__WORK INSTRUCTION__:
If a line in the entries contains the string "reversion", include that line in your answer.

[Data entries]
== Segment start ==

//! Default intensities for simulated universes: a CIR intensity under the historical measure
//! whose long-run level depends on the grade, a pricing-measure intensity that is the
//! historical one times a grade-dependent premium multiplier, grade migration, and default
//! times drawn from the historical intensity.
//!
//! The pricing-measure intensity is lambda_Q = m lambda_P pathwise. Scaling a CIR process by
//! m > 0 gives a CIR process with (kappa, m theta, sqrt(m) sigma); under the pricing measure the
//! drift is changed as by an affine market price of risk (Cox, Ingersoll and Ross, 1985,
//! Econometrica): kappa_Q = [`KAPPA_Q`], theta_Q = kappa m theta / kappa_Q, sigma_Q =
//! sqrt(m) sigma. The pricing curve of an entity on a date is the closed-form CIR survival with
//! those parameters started at m lambda_P (see [`pricing_params`]). Over a horizon h the
//! pricing-over-historical ratio of cumulative hazards is therefore m times a drift factor above
//! 1; [`horizon_hazards`] gives the planted value a backtest should recover.

use super::rng::Rng;
use crate::models::cir::CirParams;

/// Speed of mean reversion of every simulated intensity under the historical measure (per year).
pub const KAPPA: f64 = 0.5;
/// Speed of mean reversion under the pricing measure. A slower pull towards a higher level
/// (kappa_Q theta_Q = kappa m theta, the drift change of an affine market price of risk) makes
/// the pricing curves slope upwards most of the time, as quoted curves do.
pub const KAPPA_Q: f64 = 0.25;

/// What is planted for one internal grade.
#[derive(Debug, Clone, Copy, PartialEq)]
pub struct GradeProfile {
    /// Internal grade, 1 = best.
    pub grade: u32,
    /// Long-run historical-measure intensity (per year).
    pub theta_p: f64,
    /// Pricing over historical intensity.
    pub multiplier: f64,
    /// Share of the universe starting in this grade.
    pub weight: f64,
}

/// The demo's grade profiles. The values are invented for the demo; their shape follows the
/// pattern reported in the empirical credit literature (common practice, no single source):
/// pricing-measure intensities several times the historical ones for the best grades, and a
/// multiplier falling towards 1.5 as quality worsens.
pub fn demo_grades() -> Vec<GradeProfile> {
    vec![
        GradeProfile { grade: 1, theta_p: 0.0015, multiplier: 5.0, weight: 0.10 },
        GradeProfile { grade: 2, theta_p: 0.0040, multiplier: 4.0, weight: 0.17 },
        GradeProfile { grade: 3, theta_p: 0.0090, multiplier: 3.2, weight: 0.23 },
        GradeProfile { grade: 4, theta_p: 0.0200, multiplier: 2.5, weight: 0.22 },
        GradeProfile { grade: 5, theta_p: 0.0450, multiplier: 1.9, weight: 0.17 },
        GradeProfile { grade: 6, theta_p: 0.0900, multiplier: 1.5, weight: 0.11 },
    ]
}

/// CIR volatility for a long-run level: sigma^2 = 0.36 * 2 kappa theta, so the Feller ratio
/// 2 kappa theta / sigma^2 is 2.8 and the stationary standard deviation is 0.6 theta.
pub fn sigma_for(theta: f64) -> f64 {
    (0.36 * 2.0 * KAPPA * theta).sqrt()
}

/// One full-truncation Euler step of dl = kappa (theta - l) dt + sigma sqrt(l) dW (Lord,
/// Koekkoek and van Dijk, 2010, Quantitative Finance): the raw state may go negative, the
/// intensity used is max(l, 0).
pub fn cir_step(l: f64, kappa: f64, theta: f64, sigma: f64, dt: f64, z: f64) -> f64 {
    let lp = l.max(0.0);
    l + kappa * (theta - lp) * dt + sigma * (lp * dt).sqrt() * z
}

/// The pricing-measure CIR parameters of an entity whose historical intensity is `lambda_p`
/// with long-run level `theta_p`, under premium multiplier `m`.
pub fn pricing_params(lambda_p: f64, theta_p: f64, m: f64) -> CirParams {
    CirParams {
        kappa: KAPPA_Q,
        theta: KAPPA * m * theta_p / KAPPA_Q,
        sigma: m.sqrt() * sigma_for(theta_p),
        lambda0: m * lambda_p.max(0.0),
    }
}

/// The historical-measure CIR parameters at intensity `lambda_p`.
pub fn historical_params(lambda_p: f64, theta_p: f64) -> CirParams {
    CirParams { kappa: KAPPA, theta: theta_p, sigma: sigma_for(theta_p), lambda0: lambda_p.max(0.0) }
}

/// Pricing and historical cumulative hazards over `h` years from intensity `lambda_p`:
/// (-ln S_Q(h), -ln S_P(h)), both closed-form CIR survivals. Summed over a bucket's members,
/// their ratio is the planted pricing-over-historical ratio a backtest estimates (the grade
/// is held fixed over the horizon, which is what the closed forms assume).
pub fn horizon_hazards(lambda_p: f64, theta_p: f64, m: f64, h: f64) -> (f64, f64) {
    let q = pricing_params(lambda_p, theta_p, m);
    let p = historical_params(lambda_p, theta_p);
    (-q.log_survival_at(h), -p.log_survival_at(h))
}

/// Monthly grade-migration probabilities: (up one grade, down one grade), invented for the demo;
/// downgrades are likelier than upgrades, more so for the weaker grades.
pub fn migration(grade: u32, worst: u32) -> (f64, f64) {
    let up = if grade > 1 { 0.006 } else { 0.0 };
    let down = if grade < worst { 0.005 + 0.001 * grade as f64 } else { 0.0 };
    (up, down)
}

/// One obligor's default clock: default when the integrated historical intensity passes an
/// exponential threshold (the standard construction of a doubly stochastic default time).
#[derive(Debug, Clone, Copy)]
pub struct DefaultClock {
    threshold: f64,
    integrated: f64,
}

impl DefaultClock {
    pub fn new(rng: &mut Rng) -> DefaultClock {
        DefaultClock { threshold: rng.exponential(), integrated: 0.0 }
    }

    /// Adds `intensity * dt`; true once the threshold is passed.
    pub fn advance(&mut self, intensity: f64, dt: f64) -> bool {
        self.integrated += intensity.max(0.0) * dt;
        self.integrated >= self.threshold
    }

    pub fn integrated(&self) -> f64 {
        self.integrated
    }
}

/// A simulated obligor over a horizon: default time (years from the start, if any) and the
/// integrated historical intensity up to the default or the horizon. Used by tests that need
/// many obligors with a known intensity, without prices.
pub fn simulate_obligor(rng: &mut Rng, params: &CirParams, horizon: f64, dt: f64) -> (Option<f64>, f64) {
    let mut clock = DefaultClock::new(rng);
    let mut l = params.lambda0;
    let steps = (horizon / dt).ceil() as usize;
    for k in 0..steps {
        let h = dt.min(horizon - k as f64 * dt);
        let next = cir_step(l, params.kappa, params.theta, params.sigma, h, rng.normal());
        let mid = 0.5 * (l.max(0.0) + next.max(0.0));
        if clock.advance(mid, h) {
            return (Some(k as f64 * dt + h), clock.integrated());
        }
        l = next;
    }
    (None, clock.integrated())
}

#[cfg(test)]
mod tests {
    use super::*;

    #[test]
    fn pricing_drift_keeps_the_feller_ratio_and_scales_the_intensity() {
        let q = pricing_params(0.02, 0.03, 2.5);
        let p_feller = 2.0 * KAPPA * 0.03 / sigma_for(0.03).powi(2);
        assert!((q.feller_ratio() - p_feller).abs() < 1e-12);
        assert!((q.kappa * q.theta - KAPPA * 2.5 * 0.03).abs() < 1e-15 && (q.lambda0 - 0.05).abs() < 1e-15);
        // Over a short horizon the ratio of cumulative hazards tends to m; over longer ones the
        // slower, higher pricing drift adds to it.
        let (hq, hp) = horizon_hazards(0.03, 0.03, 2.5, 1e-4);
        assert!((hq / hp - 2.5).abs() < 1e-3);
        let (hq, hp) = horizon_hazards(0.03, 0.03, 2.5, 1.0);
        assert!(hq / hp > 2.5 && hq / hp < 2.5 * 1.2);
    }

    #[test]
    fn simulated_default_frequency_matches_the_cir_survival() {
        // P[tau > T] for a CIR intensity is the CIR bond price formula (Cox, Ingersoll and
        // Ross, 1985, Econometrica), implemented in models::cir; 20,000 obligors over 3 years
        // must agree within 4 binomial standard errors plus the Euler bias allowance.
        let p = CirParams { kappa: 0.5, theta: 0.06, sigma: sigma_for(0.06), lambda0: 0.04 };
        let mut rng = Rng::new(5);
        let n = 20_000;
        let defaults = (0..n).filter(|_| simulate_obligor(&mut rng, &p, 3.0, 1.0 / 365.0).0.is_some()).count();
        let pd = 1.0 - p.survival_at(3.0);
        let se = (pd * (1.0 - pd) / n as f64).sqrt();
        let got = defaults as f64 / n as f64;
        assert!((got - pd).abs() < 4.0 * se + 1e-3, "simulated {got}, closed form {pd}");
    }
}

== Segment end ==

__YOUR RESPONSE__:
/// Speed of mean reversion of every simulated intensity under the historical measure (per year).
/// Speed of mean reversion under the pricing measure. A slower pull towards a higher level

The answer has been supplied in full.